Compared to other legacy acts, being a Neil Young fan can feel like being invited into his home, where you can sort through the catalog, listen to his stories, and find the gems for yourself. It’s been a long time since he carried himself like a mainstream artist, if he ever did. Young has always expressed skepticism toward the industry status quo, instead following his insular, independent vision—even at the risk of challenging, or losing, his audience. Had he not invested the past decade into his own personal streaming service, Young might have felt just as at home becoming Bandcamp’s prolific poster child.

In other words, Young doesn’t need Spotify—in the same way he didn’t need MP3s (“Download this/Sounds like shit,” went a line from 2009’s “Fork in the Road”), iPods (Pono anybody?), or even CDs.

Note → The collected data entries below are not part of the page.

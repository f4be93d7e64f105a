import fc from 'fast-check';
import { describe, expect, it } from 'vitest';
import { downsampleMinMax, type SeriesPoint } from './downsample.js';

const series = fc
  .array(fc.double({ min: -1e6, max: 1e6, noNaN: true }), { minLength: 1, maxLength: 2000 })
  .map((vs) => vs.map((v, i): SeriesPoint => ({ t: i * 1000, v })));

describe('downsampleMinMax', () => {
  it('keeps the true maximum and minimum of the series and bounds the point count', () => {
    fc.assert(
      fc.property(series, fc.integer({ min: 1, max: 300 }), (points, buckets) => {
        const out = downsampleMinMax(points, buckets);
        expect(out.length).toBeLessThanOrEqual(Math.min(points.length, 2 * buckets));
        const max = Math.max(...points.map((p) => p.v));
        const min = Math.min(...points.map((p) => p.v));
        expect(Math.max(...out.map((p) => p.v))).toBe(max);
        expect(Math.min(...out.map((p) => p.v))).toBe(min);
      }),
    );
  });

  it('returns points in time order, each one taken from the input', () => {
    fc.assert(
      fc.property(series, fc.integer({ min: 1, max: 50 }), (points, buckets) => {
        const out = downsampleMinMax(points, buckets);
        for (let i = 1; i < out.length; i++) expect(out[i]!.t).toBeGreaterThan(out[i - 1]!.t);
        for (const p of out) expect(points[p.t / 1000]).toBe(p);
      }),
    );
  });

  it('keeps a one-sample spike inside a long flat record', () => {
    const points = Array.from({ length: 100_000 }, (_, i) => ({ t: i, v: i === 54_321 ? 9 : 1 }));
    const out = downsampleMinMax(points, 500);
    expect(out.length).toBeLessThanOrEqual(1000);
    expect(out).toContainEqual({ t: 54_321, v: 9 });
  });

  it('refuses a bucket count that is not a positive integer', () => {
    expect(() => downsampleMinMax([{ t: 0, v: 0 }], 0)).toThrow(
      /buckets must be a positive integer/,
    );
  });
});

When I was first becoming acquainted with Young’s music in the early 2000s, I was unable to hear what many fans considered his greatest album, 1974’s On the Beach, which for decades he refused to release on CD. I didn’t own a record player, and I was yet to find my way around MP3 blogs, so I just had to wait. (The previous year’s Time Fades Away, another personal favorite, has still not officially arrived on the format.)

Back then, I might have longed for something like Spotify, where I could access an artist’s entire catalog without ever having to leave my house. This was also Young’s dream for a while. “Technology is supposed to make life better for everyone,” he wrote, 10 years ago, in his memoir Waging Heavy Peace, suggesting that wider access to music wasn’t the problem—it was the compromised sound quality, and how the wrong people were making money. With his statement this week, Young escalates his grievances—to his mainstream audience, he is now framing Spotify as not just the latest extension of a morally bankrupt music industry, but also as a willing vessel for harmful misinformation. And so he began developing an alternative: “I believe in what I am trying to do and that good karma will come from it,” he wrote in his memoir. “It’s just a matter of time.”